Tout avait changé ! Tandis que le vent murmurait les quatre mots, peut-être que tout était resté identique à l'académie, mais les gens, eux, avaient changé. C'est pourquoi il avait lui aussi fui l'académie pour rejoindre le champ de bataille. Il n'aurait jamais imaginé y affronter ce qui l'attendait.
Ru Feng était perplexe, se demandant s'il devait en parler à d'autres, comme Mu Wenchen, qui avait toujours été au courant de sa relation avec Yun Tianze, et Yu Jue et Yu Bao, qui le savaient probablement déjà, donc il n'était pas nécessaire qu'il leur en parle.
Ru Feng passa la nuit plongé dans ses pensées, incapable de dormir, l'esprit embrouillé de réflexions sur de nombreuses choses.
Au beau milieu de la nuit, alors que Ru Feng s'endormait, il entendit soudain des cris de combat à l'extérieur
; le chaos régnait. Surpris, Ru Feng boucla sa ceinture et se précipita dehors, suivi de près par les hommes qui se trouvaient dans sa tente.
En apercevant la zone bruyante, qui semblait être la tente du maréchal, Ru Feng sursauta et n'osa pas s'attarder. Il utilisa aussitôt sa technique de légèreté pour s'y précipiter, laissant de nombreux autres sur place en un instant.
Lorsque Ru Feng et son groupe arrivèrent, ils ne purent distinguer que trois silhouettes sombres mêlées à d'autres soldats, encerclées par des hommes armés. Sans un mot, Ru Feng se jeta dans la mêlée.
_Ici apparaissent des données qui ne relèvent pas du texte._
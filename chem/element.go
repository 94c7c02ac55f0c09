package chem

import (
	"math"
	"strconv"
	"sync"
)

// Element is one row of the periodic table with its abridged standard atomic
// weight.
type Element struct {
	Number int    // atomic number
	Symbol string // "Na"
	Name   string // "sodium"
	// AtomicWeight is the abridged standard atomic weight; 0 where IUPAC
	// assigns none, as to technetium.
	AtomicWeight float64
	// Bound is the figure printed with ± after the abridged value: the value in
	// any normal material lies within it.
	Bound  float64
	Source string
}

// StandardUncertainty returns the standard uncertainty of the atomic weight.
// The ± bound is read as the half width of a rectangular distribution, as the
// IUPAC report on the standard atomic weights recommends (Possolo et al., Pure
// Appl. Chem. 90 (2018) 395; title and rule from memory).
func (e *Element) StandardUncertainty() float64 { return e.Bound / math.Sqrt(3) }

// nuclide is one isotope with its atomic mass.
type nuclide struct{ mass, uncertainty float64 }

type elementTable struct {
	byNumber [119]Element
	// bySymbol holds the atomic number under the letters of the symbol, 0 where
	// there is no such element.
	bySymbol [26 * 27]uint8
	nuclides map[[2]uint16]nuclide // by atomic number and mass number
}

var elements = sync.OnceValue(loadElements)

func loadElements() *elementTable {
	t := &elementTable{nuclides: map[[2]uint16]nuclide{}}
	for _, r := range readTable("atomic_weights.csv") {
		z, err := strconv.Atoi(r.text("z"))
		if err != nil {
			panic("chem: atomic_weights.csv: " + err.Error())
		}
		weight, _ := r.number("abridged_value") // blank means none, kept as 0
		bound, _ := r.number("abridged_uncertainty")
		t.byNumber[z] = Element{z, r.text("symbol"), r.text("name"), weight, bound, r.text("source")}
		t.bySymbol[symbolKey(r.text("symbol"))] = uint8(z)
	}
	for _, r := range readTable("nuclides.csv") {
		z, _ := r.number("z")
		a, _ := r.number("mass_number")
		mass, ok := r.number("mass")
		if !ok {
			panic("chem: nuclides.csv: a mass is missing")
		}
		u, _ := r.number("uncertainty")
		t.nuclides[[2]uint16{uint16(z), uint16(a)}] = nuclide{mass, u}
	}
	return t
}

// symbolKey maps a symbol of one capital and at most one small letter to a
// place in the table.
func symbolKey(symbol string) int {
	key := int(symbol[0]-'A') * 27
	if len(symbol) > 1 {
		key += int(symbol[1]-'a') + 1
	}
	return key
}

// ElementBySymbol returns the element of a symbol such as "Na".
func ElementBySymbol(symbol string) (Element, bool) {
	if !isSymbol(symbol) {
		return Element{}, false
	}
	t := elements()
	z := t.bySymbol[symbolKey(symbol)]
	return t.byNumber[z], z != 0
}

func isSymbol(s string) bool {
	switch len(s) {
	case 1:
		return isCapital(s[0])
	case 2:
		return isCapital(s[0]) && isSmall(s[1])
	}
	return false
}

func isCapital(c byte) bool { return c >= 'A' && c <= 'Z' }
func isSmall(c byte) bool   { return c >= 'a' && c <= 'z' }
func isDigit(c byte) bool   { return c >= '0' && c <= '9' }

// nonmetal reports whether the element of atomic number z is a non-metal or a
// half-metal; all others are metals.
func nonmetal(z uint8) bool {
	switch z {
	case 1, 2, 5, 6, 7, 8, 9, 10, 14, 15, 16, 17, 18, 33, 34, 35, 36, 52, 53, 54, 85, 86:
		return true
	}
	return false
}
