package chem

import (
	"errors"
	"fmt"
	"math"
	"slices"
	"strings"
)

// ErrUnsettled is the cause where the rules don't settle an oxidation number.
var ErrUnsettled = errors.New("oxidation number not settled")

// OxidationNumber is the mean oxidation number of atoms of one element.
type OxidationNumber struct {
	Symbol string
	Count  float64 // atoms in one formula
	Number float64
}

// OxidationError says in which formula which elements are unsettled.
type OxidationError struct {
	Formula string
	What    string
}

func (e *OxidationError) Error() string {
	return fmt.Sprintf("oxidation numbers of %s: %s; the rules don't settle them", e.Formula, e.What)
}

// Unwrap returns ErrUnsettled.
func (e *OxidationError) Unwrap() error { return ErrUnsettled }

// OxidationNumbers assigns oxidation numbers by the usual rules (IUPAC Gold Book,
// oxidation number; OpenStax Chemistry 2e, 4.2): elements 0, fluorine -1, groups 1
// and 2 and some metals their one number, hydrogen +1 or as hydride -1, oxygen -2 or
// what is left in peroxides, halides -1, the rest from the charge. Of known anions
// (sulfates, nitrates, cyanides and the like) and of ammonium the inner numbers are
// used, so that the metal comes out. In organic compounds nitrogen and sulfur count
// -3 and -2 and carbon takes what is left: its number is a mean, right for counting
// electrons and not for single atoms. What two metals share stays unsettled: an
// *OxidationError.
func (f Formula) OxidationNumbers() ([]OxidationNumber, error) {
	dry := f.Anhydrous()
	w := oxidation{f: dry, left: float64(dry.charge)}
	for _, a := range dry.atoms {
		w.add(a.z, a.count.float())
	}
	if err := w.settle(); err != nil {
		return nil, err
	}
	if waters := f.Waters(); waters > 0 {
		w.entries = append(w.entries, oxidationEntry{1, 2 * waters, 1, true}, oxidationEntry{8, waters, -2, true})
	}
	numbers := make([]OxidationNumber, 0, len(w.entries))
	for _, e := range w.entries {
		numbers = append(numbers, OxidationNumber{elementSymbol(e.z), e.count, e.number})
	}
	return numbers, nil
}

// oxidation is the work on one formula.
type oxidation struct {
	f       Formula
	entries []oxidationEntry
	left    float64 // charge not yet given to atoms
}

type oxidationEntry struct {
	z       uint8
	count   float64
	number  float64
	settled bool
}

// add joins nuclides of one element.
func (w *oxidation) add(z uint8, count float64) {
	if e := w.entry(z); e != nil {
		e.count += count
		return
	}
	w.entries = append(w.entries, oxidationEntry{z: z, count: count})
}

func (w *oxidation) entry(z uint8) *oxidationEntry {
	for i := range w.entries {
		if w.entries[i].z == z && !w.entries[i].settled {
			return &w.entries[i]
		}
	}
	return nil
}

// set gives all unsettled atoms of an element a number.
func (w *oxidation) set(z uint8, number float64) {
	if e := w.entry(z); e != nil {
		e.number, e.settled = number, true
		w.left -= number * e.count
	}
}

func (w *oxidation) open() []*oxidationEntry {
	var open []*oxidationEntry
	for i := range w.entries {
		if !w.entries[i].settled {
			open = append(open, &w.entries[i])
		}
	}
	return open
}

// settle goes through the rules until one unknown is left, which takes the rest.
func (w *oxidation) settle() error {
	if len(w.entries) == 0 {
		return nil
	}
	if len(w.entries) == 1 {
		return w.rest()
	}
	w.ammonium()
	w.ligands()
	for i := range w.entries {
		if n, ok := fixedNumber(w.entries[i].z); ok {
			w.set(w.entries[i].z, n)
		}
	}
	w.set(1, w.hydrogen())
	if open := w.open(); len(open) == 1 && open[0].z == 8 {
		return w.rest() // peroxides and superoxides
	}
	w.set(8, -2)
	for _, rule := range []func(){w.halides, w.oxoAnion, w.heteroatoms, w.titanium} {
		if len(w.open()) > 1 {
			rule()
		}
	}
	return w.rest()
}

// rest gives the one open element what is left of the charge.
func (w *oxidation) rest() error {
	open := w.open()
	switch {
	case len(open) == 0 && math.Abs(w.left) < 1e-9:
		return nil
	case len(open) == 0:
		return &OxidationError{w.f.String(), "they don't add up to the charge"}
	case len(open) > 1:
		var names []string
		for _, e := range open {
			names = append(names, elementSymbol(e.z))
		}
		return &OxidationError{w.f.String(), "more than one element may vary: " + strings.Join(names, ", ")}
	}
	number := w.left / open[0].count
	if highest, ok := highestNumber(open[0].z); ok && number > highest {
		return w.peroxo(open[0], highest)
	}
	w.set(open[0].z, number)
	return nil
}

// peroxo settles a compound whose central atom would pass its highest number:
// some of the oxygen is peroxide, and oxygen takes the mean.
func (w *oxidation) peroxo(e *oxidationEntry, highest float64) error {
	w.set(e.z, highest)
	for i := range w.entries {
		if o := &w.entries[i]; o.z == 8 {
			o.number += w.left / o.count
			w.left = 0
			return nil
		}
	}
	return &OxidationError{w.f.String(), elementSymbol(e.z) + " would pass its highest number"}
}

// ammonium splits off the nitrogen and hydrogen of NH4.
func (w *oxidation) ammonium() {
	n, h := w.entry(7), w.entry(1)
	if n == nil || h == nil || !strings.Contains(w.f.text, "NH4") || len(w.entries) < 3 {
		return
	}
	count := math.Floor(h.count / 4)
	if count < 1 || count > n.count || w.entry(6) != nil && h.count != 4*count {
		return
	}
	w.left -= count
	h.count -= 4 * count
	n.count -= count
	w.entries = append(w.entries, oxidationEntry{7, count, -3, true}, oxidationEntry{1, 4 * count, 1, true})
	w.entries = slices.DeleteFunc(w.entries, func(e oxidationEntry) bool { return e.count == 0 })
}

// ligands settles cyanide, thiocyanate, carbonyl, carbonate and, by its mean, acetate.
func (w *oxidation) ligands() {
	c := w.entry(6)
	if c == nil {
		return
	}
	n, s, o, h := w.entry(7), w.entry(16), w.entry(8), w.entry(1)
	cyanide := n != nil && n.count == c.count && strings.Contains(w.f.text, "CN")
	switch {
	case cyanide && s != nil && s.count == c.count:
		w.set(6, 4)
		w.set(7, -3)
		w.set(16, -2)
	case n != nil && s != nil && n.count == c.count && s.count == c.count && strings.Contains(w.f.text, "NCS"):
		w.set(6, 4)
		w.set(7, -3)
		w.set(16, -2)
	case cyanide:
		w.set(6, 2)
		w.set(7, -3)
	case o != nil && o.count == c.count && strings.Contains(w.f.text, "(CO)"):
		w.set(6, 2)
		w.set(8, -2)
	case strings.Contains(w.f.text, "CO3"):
		w.set(6, 4)
	case h != nil && 2*h.count == 3*c.count && strings.Contains(w.f.text, "CH3COO"):
		w.set(6, 0)
	}
}

// hydrogen returns -1 in hydrides of metals and boron, otherwise +1.
func (w *oxidation) hydrogen() float64 {
	for _, e := range w.entries {
		if e.z != 1 && e.z != 5 && nonmetal(e.z) {
			return 1
		}
	}
	return -1
}

// halides settles chlorine, bromine and iodine as -1 next to a less
// electronegative element, unless they carry the oxygen of a chlorate or the like.
func (w *oxidation) halides() {
	oxygen := slices.ContainsFunc(w.entries, func(e oxidationEntry) bool { return e.z == 8 })
	for _, z := range []uint8{17, 35, 53} {
		if w.entry(z) == nil || len(w.open()) == 1 {
			continue
		}
		if oxygen && w.entry(6) == nil && strings.Contains(w.f.text, elementSymbol(z)+"O") {
			continue
		}
		w.set(z, -1)
	}
}

// oxoAnion settles the central atom of a known anion by its share of oxygen, next
// to one metal.
func (w *oxidation) oxoAnion() {
	oxygen := 0.0
	for _, e := range w.entries {
		if e.z == 8 {
			oxygen = e.count
		}
	}
	open := w.open()
	metals := slices.DeleteFunc(slices.Clone(open), func(e *oxidationEntry) bool { return nonmetal(e.z) })
	if oxygen == 0 || len(open) != 2 || len(metals) == 0 {
		return
	}
	for _, e := range open {
		if e == metals[0] && len(metals) == 1 {
			continue
		}
		if number, ok := oxoNumber(e.z, oxygen/e.count); ok {
			w.set(e.z, number)
			return
		}
	}
}

// heteroatoms settles boron and silicon of an organic compound at their highest number
// and nitrogen, sulfur, selenium and phosphorus, there and in a compound without oxygen,
// at their lowest.
func (w *oxidation) heteroatoms() {
	hydrogen := slices.ContainsFunc(w.entries, func(e oxidationEntry) bool { return e.z == 1 })
	if w.entry(6) != nil && hydrogen {
		w.set(5, 3)
		w.set(14, 4)
	}
	for _, e := range []struct {
		z      uint8
		number float64
	}{{7, -3}, {16, -2}, {34, -2}, {15, -3}} {
		if len(w.open()) > 1 {
			w.set(e.z, e.number)
		}
	}
}

// titanium settles titanium and zirconium at +4 where another metal is open.
func (w *oxidation) titanium() {
	for _, z := range []uint8{22, 40} {
		if len(w.open()) > 1 {
			w.set(z, 4)
		}
	}
}
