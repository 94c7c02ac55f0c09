package chem

import (
	"cmp"
	"fmt"
	"math"
	"slices"
	"sync"
)

// A VapourEquation gives the vapour pressure of a liquid over a range of
// temperature. Form says how the coefficients are used.
type VapourEquation struct {
	Form          VapourForm
	A, B, C, D, E float64     // for p in Pa and T in K
	From, To      Temperature // range of validity; both 0 where none is stated
	Source        string
}

// VapourForm is the shape of a vapour-pressure equation, p in Pa and T in K.
type VapourForm int

// Forms, written as in the column of the table.
const (
	AntoineLog10 VapourForm = iota // log10(p) = A − B/(T + C)
	AntoineLn                      // ln(p) = A − B/(T + C)
	DIPPR101                       // ln(p) = A + B/T + C·ln(T) + D·T^E
)

var vapourForms = map[string]VapourForm{
	"log10(P_Pa)=A-B/(T_K+C)":            AntoineLog10,
	"ln(P_Pa)=A-B/(T_K+C)":               AntoineLn,
	"ln(P_Pa)=A+B/T_K+C*ln(T_K)+D*T_K^E": DIPPR101,
}

// String writes the form as an equation.
func (f VapourForm) String() string {
	switch f {
	case AntoineLog10:
		return "log10(p/Pa) = A − B/(T/K + C)"
	case AntoineLn:
		return "ln(p/Pa) = A − B/(T/K + C)"
	case DIPPR101:
		return "ln(p/Pa) = A + B/(T/K) + C·ln(T/K) + D·(T/K)^E"
	}
	return fmt.Sprintf("VapourForm(%d)", int(f))
}

var vapourEquations = sync.OnceValue(func() map[string][]VapourEquation {
	equations := make(map[string][]VapourEquation)
	for _, row := range withMore("antoine") {
		form, ok := vapourForms[row.text("form")]
		if !ok {
			panic("chem: antoine.csv has an unknown form " + row.text("form"))
		}
		e := VapourEquation{
			Form: form, A: row.must("A"), B: row.must("B"), C: row.must("C"),
			From: Temperature(row.must("T_min_K")), To: Temperature(row.must("T_max_K")), Source: row.text("source"),
		}
		e.D, _ = row.number("D")
		e.E, _ = row.number("E")
		equations[row.text("cas")] = append(equations[row.text("cas")], e)
	}
	for _, list := range equations {
		// the widest range first: one equation then serves a whole run, and
		// boiling point and vapour pressure are the inverse of each other
		slices.SortStableFunc(list, func(a, b VapourEquation) int {
			return cmp.Compare(b.To-b.From, a.To-a.From)
		})
	}
	return equations
})

// VapourEquations returns the equations of a substance by CAS number, the one
// that VapourPressure prefers first.
func VapourEquations(cas string) []VapourEquation {
	return slices.Clone(vapourEquations()[cas])
}

// log returns ln(p/Pa) and its slope over temperature.
func (e *VapourEquation) log(t Temperature) (ln, slope float64) {
	x := float64(t)
	switch e.Form {
	case AntoineLog10:
		return math.Ln10 * (e.A - e.B/(x+e.C)), math.Ln10 * e.B / ((x + e.C) * (x + e.C))
	case AntoineLn:
		return e.A - e.B/(x+e.C), e.B / ((x + e.C) * (x + e.C))
	}
	power := e.D * math.Pow(x, e.E)
	return e.A + e.B/x + e.C*math.Log(x) + power, -e.B/(x*x) + e.C/x + e.E*power/x
}

// rangeStated says whether the equation has a range.
func (e *VapourEquation) rangeStated() bool { return e.To > e.From }

// rangeSlack is how far beyond its range an equation is still used: ends are often
// given to a tenth of a kelvin, or by the triple point of water for its melting point.
const rangeSlack = 0.05

// holds says whether a temperature lies in the equation's range.
func (e *VapourEquation) holds(t Temperature) bool {
	return !e.rangeStated() || (t >= e.From-rangeSlack && t <= e.To+rangeSlack)
}

// Range returns the validity range in words.
func (e VapourEquation) Range() string {
	if !e.rangeStated() {
		return "no range stated"
	}
	return fmt.Sprintf("%.1f to %.1f °C", e.From.Celsius(), e.To.Celsius())
}

// Pressure returns the vapour pressure at a temperature. Outside the stated
// range, or where the equation has no finite value, the error wraps
// ErrOutOfRange.
func (e VapourEquation) Pressure(t Temperature) (Pressure, error) {
	if e.holds(t) && t > 0 {
		ln, slope := e.log(t)
		if p := Pressure(math.Exp(ln)); slope > 0 && p > 0 && Finite(p) {
			return p, nil
		}
	}
	return 0, &DataError{Of: fmt.Sprintf("vapour pressure at %.1f °C", t.Celsius()), Err: ErrOutOfRange, Limit: e.Range(), Remedy: "give a temperature inside it"}
}

// VapourPressure returns the vapour pressure of a pure liquid by CAS number,
// from the equation with the widest range that holds at the temperature. The
// error wraps ErrNoData where the table has no equation, ErrOutOfRange where
// none holds at this temperature.
func VapourPressure(cas string, t Temperature) (Pressure, error) {
	equations := vapourEquations()[cas]
	for i := range equations {
		if equations[i].holds(t) {
			return equations[i].Pressure(t)
		}
	}
	return 0, noVapourEquation(cas, fmt.Sprintf("vapour pressure of %s at %.1f °C", nameOfCAS(cas), t.Celsius()))
}

// noVapourEquation is the refusal for a substance without an equation, or
// without one that reaches far enough.
func noVapourEquation(cas, of string) error {
	remedy := "give antoine=A;B;C for p in mmHg and t in °C"
	equations := vapourEquations()[cas]
	if len(equations) == 0 {
		return &DataError{Of: of, Err: ErrNoData, Remedy: remedy}
	}
	low, high := equations[0].From, equations[0].To
	for _, e := range equations {
		low, high = min(low, e.From), max(high, e.To)
	}
	return &DataError{
		Of: of, Err: ErrOutOfRange,
		Limit:  fmt.Sprintf("the table reaches from %.1f to %.1f °C", low.Celsius(), high.Celsius()),
		Remedy: remedy,
	}
}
Il visa l'ennemi et ses coups d'épée, tels une vague déferlante, projetaient des éclairs argentés et une pression puissante sur l'adversaire.
L'arrivée de Ru Feng changea radicalement la situation. Rapidement, les trois hommes furent capturés. Mais lorsque Ru Feng se précipita pour les interroger, deux d'entre eux s'étaient déjà suicidés en serrant les dents, et le troisième était en réalité un général ennemi capturé par Ru Feng !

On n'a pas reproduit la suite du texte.